- Born: Marisa Kwiatkowski
- Citizenship: United States
- Education: Grand Valley State University Kelley School of Business
- Occupations: Editor Investigative Reporter
- Years active: 2005 - present
- Employer: Knight Foundation
- Known for: USA Gymnastics sex abuse scandal Athlete A
- Awards: Louis M. Lyons Award for Conscience and Integrity in Journalism

= Marisa Kwiatkowski =

American journalist and investigative reporter

Marisa Kwiatkowski is an American journalist and former investigative reporter at USA Today, known for her reporting of the USA Gymnastics' sexual abuse scandal. As of July 2024, she is a director of journalism programs at the Knight Foundation.

==Life and career==
Kwiatkowski holds an undergraduate degree from Grand Valley State University (B.A., 2005) and began her career in Michigan at the Grand Haven Tribune.

From 2013 to 2019, Kwiatkowski worked as a reporter at The Indianapolis Star. She reported on a variety of investigative stories focused on victims of assault and harassment. During this time, Kwiatkowski completed a night-time masters of business administration degree program at Indiana University.

In 2019, she joined USA Today as an investigative reporter based in Indianapolis.

In 2020, Kwiatkowski and colleague Tricia Nadolny broke the story that USA Cheer, the governing body of American cheer-leading, knowingly allowed convicted sex offenders to own and operate cheer-leading gyms and otherwise continue to be involved in the sport.

===USA Gymnastics sex abuse scandal===
While at the Star, Kwiatkowski worked on the "Out of Balance" series, which turned into an investigation about how the USA Gymnastics organization failed to report many allegations of sexual abuse by coaches. The reporting began in 2016, initially looking at Indiana-based assaults that were not reported to authorities. The reporting grew in scope and showed how predators exploited a lax culture to prey on children.
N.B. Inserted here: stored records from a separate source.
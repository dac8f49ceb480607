// The undamped elastoplastic oscillator under a half-sine pulse of force, a0·sin(Ωt) per unit mass
// for 0 ≤ t ≤ t_d (Ω = π/t_d), from rest, in closed form branch by branch; only the event times
// are found numerically (a fine scan, then bisection). Closed form (derived here; the elastic part
// is the textbook half-sine response, Chopra, Dynamics of Structures, §4.x, from memory):
//   elastic (x = u − offset):  x'' + ω²x = p(t)
//     in the pulse:  x = C·cos ω(t − t₀) + D·sin ω(t − t₀) + P·sin Ωt,  P = a0/(ω² − Ω²)  (Ω ≠ ω)
//                    C = x₀ − P·sin Ωt₀,  D = (v₀ − PΩ·cos Ωt₀)/ω;  after it the same with P = 0
//   yielding (σ = ±1, spring force σ·ω²u_y):  u'' = p(t) − σω²u_y
//     in the pulse:  u' = v₀ + (a0/Ω)(cos Ωt₀ − cos Ωt) − σω²u_y(t − t₀)
//                    u  = u₀ + (v₀ + (a0/Ω)·cos Ωt₀)(t − t₀) − (a0/Ω²)(sin Ωt − sin Ωt₀) − ½σω²u_y(t − t₀)²
//     after it the same with a0 = 0.
// Events: an elastic spring yields when |x| reaches u_y; a yielding one unloads when u' reaches 0.

export interface HalfSine {
  omega: number;
  a0: number;
  tdS: number;
  /** Yield displacement, m (Infinity: elastic). */
  uyM: number;
  /** Where to stop, s. */
  endS: number;
}

type Motion = (t: number) => [number, number];

export function halfSineElastoplasticPeak({ omega, a0, tdS, uyM, endS }: HalfSine) {
  const w = Math.PI / tdS;
  const w2 = omega * omega;
  const scan = Math.min((2 * Math.PI) / omega, tdS) / 2000;
  const slack = Number.isFinite(uyM) ? 1e-13 * uyM : 0;
  let t0 = 0;
  let u0 = 0;
  let v0 = 0;
  let branch = 0;
  let offset = 0;
  let peak = 0;
  let yieldEvents = 0;

  /** The motion of the current branch from (t0, u0, v0), valid up to the pulse end or after it. */
  const motionFrom = (inPulse: boolean): Motion => {
    const force = inPulse ? a0 : 0;
    if (branch === 0) {
      const p = force / (w2 - w * w);
      const c = u0 - offset - p * Math.sin(w * t0);
      const d = (v0 - p * w * Math.cos(w * t0)) / omega;
      return (t) => {
        const phase = omega * (t - t0);
        return [
          offset + c * Math.cos(phase) + d * Math.sin(phase) + p * Math.sin(w * t),
          -c * omega * Math.sin(phase) + d * omega * Math.cos(phase) + p * w * Math.cos(w * t),
        ];
      };
    }
    const plateau = branch * w2 * uyM;
    const start = v0 + (force / w) * Math.cos(w * t0);
    return (t) => {
      const tau = t - t0;
      return [
        u0 +
          start * tau -
          (force / (w * w)) * (Math.sin(w * t) - Math.sin(w * t0)) -
          0.5 * plateau * tau * tau,
        v0 + (force / w) * (Math.cos(w * t0) - Math.cos(w * t)) - plateau * tau,
      ];
    };
  };

  while (t0 < endS) {
    const inPulse = t0 < tdS;
    const segmentEnd = inPulse ? tdS : endS;
    const motion = motionFrom(inPulse);
    // The event function of the branch: > 0 once the event has happened.
    const past =
      branch === 0
        ? (t: number) => Math.abs(motion(t)[0] - offset) - uyM - slack
        : (t: number) => -branch * motion(t)[1];
    let event = Number.NaN;
    let a = t0;
    let vA = motion(a)[1];
    while (a < segmentEnd && Number.isNaN(event)) {
      const b = Math.min(a + scan, segmentEnd);
      const [uB, vB] = motion(b);
      let crossing = past(b) > 0 ? b : Number.NaN;
      if (branch === 0 && vA * vB < 0) {
        const turn = bisect((t) => motion(t)[1], a, b);
        if (past(turn) > 0) crossing = turn;
        else peak = Math.max(peak, Math.abs(motion(turn)[0]));
      }
      if (!Number.isNaN(crossing)) event = bisect(past, a, crossing);
      else peak = Math.max(peak, Math.abs(uB));
      a = b;
      vA = vB;
    }
    if (Number.isNaN(event)) {
      [u0, v0] = motion(segmentEnd);
      t0 = segmentEnd;
      continue;
    }
    [u0, v0] = motion(event);
    peak = Math.max(peak, Math.abs(u0));
    t0 = event;
    if (branch === 0) {
      branch = u0 - offset > 0 ? 1 : -1;
      yieldEvents++;
    } else {
      offset = u0 - branch * uyM;
      branch = 0;
    }
  }
  return { peakM: peak, yieldEvents };
}

/** The root of g in [a, b] (g(a) ≤ 0 < g(b), or a sign change) by bisection, to the last bits. */
function bisect(g: (t: number) => number, a: number, b: number): number {
  const negativeAtA = g(a) <= 0;
  for (let i = 0; i < 200 && b - a > 1e-15 * Math.max(1, Math.abs(b)); i++) {
    const m = (a + b) / 2;
    if (g(m) <= 0 === negativeAtA) a = m;
    else b = m;
  }
  return b;
}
As a result of the series, more than 500 women came forward with allegations of sexual abuse against Larry Nassar, a team physician who worked in four Olympic games.

The Star's reporting exposed Nassar as a serial abuser. He was sentenced to 175 years in prison in January 2018 after pleading guilty to sexually abusing seven girls and the CEO of board of directors of USA Gymnastics resigned. The Star's investigative series also led to the drafting and passage of the Protecting Young Victims from Sexual Abuse and Safe Sport Authorization Act of 2017, which was signed into law by President Trump.

==Later career==
In July 2024, Kwiatkowski became a director of journalism programs at the Knight Foundation.